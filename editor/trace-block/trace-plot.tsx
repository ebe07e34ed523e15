"use client";

import { useEffect, useRef } from "react";
import uPlot from "uplot";
import "uplot/dist/uPlot.min.css";
import type { TraceViewDto } from "@/lib/contract/traces";

const COLOURS = ["#1b6964", "#9c5430", "#52606d", "#7d4226", "#22807a", "#b8683d", "#1f2933"];

interface TracePlotProps {
  series: { label: string; x: number[]; y: number[] }[];
  xLabel: string;
  yLabel: string;
  /** Nyquist plots keep one ohm the same length on both axes. */
  equalAxes: boolean;
  peaks: TraceViewDto["peaks"];
  shift: number;
  perArea: number;
  bode: TraceViewDto["bode"];
}

/**
 * uPlot: one x–y series per cycle (each with its own x values, uPlot's "mode 2"), peaks
 * marked. Drawn on a canvas, so a long trace paints quickly.
 */
function XYPlot({
  series,
  xLabel,
  yLabel,
  equalAxes,
  peaks,
  shift,
  perArea,
}: Omit<TracePlotProps, "bode">) {
  const host = useRef<HTMLDivElement>(null);
  useEffect(() => {
    const el = host.current;
    if (!el) return;
    // A Nyquist plot is square, so one ohm is as long on both axes.
    const width = equalAxes
      ? Math.min(Math.max(280, el.clientWidth), 420)
      : Math.max(280, el.clientWidth);
    const height = equalAxes ? width : 300;
    let range: [number, number] | undefined;
    if (equalAxes) {
      const all = series.flatMap((s) => [...s.x, ...s.y]);
      const lo = Math.min(0, ...all);
      const hi = Math.max(...all);
      range = [lo, hi + (hi - lo) * 0.05];
    }
    const markers = peaks.flatMap((p) =>
      [p.anodic, p.cathodic]
        .filter((k): k is NonNullable<typeof k> => Boolean(k))
        .map((k) => ({ x: k.potentialV + shift, y: k.rawCurrentA * perArea })),
    );
    const data: uPlot.AlignedData = [
      null as unknown as number[],
      ...series.map((s) => [s.x, s.y] as unknown as number[]),
    ];
    const plot = new uPlot(
      {
        width,
        height,
        mode: 2,
        // A long cycling run would list hundreds of rows; its cycles are picked above instead.
        legend: { show: series.length <= 12, live: false },
        // Peaks are marked with rings drawn over the curves.
        hooks: {
          draw: [
            (u: uPlot) => {
              const ctx = u.ctx;
              ctx.save();
              ctx.strokeStyle = "#b91c1c";
              ctx.lineWidth = 2 * devicePixelRatio;
              for (const m of markers) {
                const px = u.valToPos(m.x, "x", true);
                const py = u.valToPos(m.y, "y", true);
                ctx.beginPath();
                ctx.arc(px, py, 5 * devicePixelRatio, 0, 2 * Math.PI);
                ctx.stroke();
              }
              ctx.restore();
            },
          ],
        },
        cursor: { drag: { x: true, y: true, uni: 50 } },
        scales: {
          x: { time: false, ...(range ? { range } : {}) },
          y: range ? { range } : {},
        },
        axes: [
          { label: xLabel, stroke: "#52606d", grid: { stroke: "#e5e7eb" } },
          { label: yLabel, stroke: "#52606d", grid: { stroke: "#e5e7eb" }, size: 70 },
        ],
        series: [
          {},
          ...series.map((s, i) => ({
            label: s.label,
            stroke: COLOURS[i % COLOURS.length],
            width: 1.5,
            points: { show: false },
          })),
        ],
      },
      data,
      el,
    );
    return () => plot.destroy();
  }, [series, xLabel, yLabel, equalAxes, peaks, shift, perArea]);
  return (
    <div
      ref={host}
      className="w-full overflow-hidden"
      data-testid="trace-plot"
      role="img"
      aria-label={`${yLabel} against ${xLabel}`}
    />
  );
}

function BodePlot({ bode }: { bode: NonNullable<TraceViewDto["bode"]> }) {
  const host = useRef<HTMLDivElement>(null);
  useEffect(() => {
    const el = host.current;
    if (!el) return;
    const order = bode.frequencyHz.map((f, i) => [f, i] as const).sort((a, b) => a[0] - b[0]);
    const x = order.map(([f]) => f);
    const plot = new uPlot(
      {
        width: Math.max(280, el.clientWidth),
        height: 260,
        scales: { x: { time: false, distr: 3 }, mod: { distr: 3 }, phase: {} },
        axes: [
          { label: "f / Hz", stroke: "#52606d" },
          { scale: "mod", label: "|Z| / Ω", stroke: "#1b6964", size: 70 },
          { scale: "phase", side: 1, label: "phase / °", stroke: "#9c5430", grid: { show: false } },
        ],
        series: [
          {},
          { label: "|Z|", scale: "mod", stroke: "#1b6964", width: 1.5 },
          { label: "phase", scale: "phase", stroke: "#9c5430", width: 1.5 },
        ],
      },
      [x, order.map(([, i]) => bode.modulusOhm[i]), order.map(([, i]) => bode.phaseDeg[i])],
      el,
    );
    return () => plot.destroy();
  }, [bode]);
  return (
    <div
      ref={host}
      className="w-full overflow-hidden"
      role="img"
      aria-label="Bode plot: |Z| and phase against frequency"
    />
  );
}

export default function TracePlot({ bode, ...xy }: TracePlotProps) {
  return (
    <div className="space-y-3">
      <XYPlot {...xy} />
      {bode ? <BodePlot bode={bode} /> : null}
    </div>
  );
}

▶ [Aim of the task]:
In the entries above, identify every line with the word "Nyquist". Copy those lines.

▶ [Solution below]:
  /** Nyquist plots keep one ohm the same length on both axes. */
    // A Nyquist plot is square, so one ohm is as long on both axes.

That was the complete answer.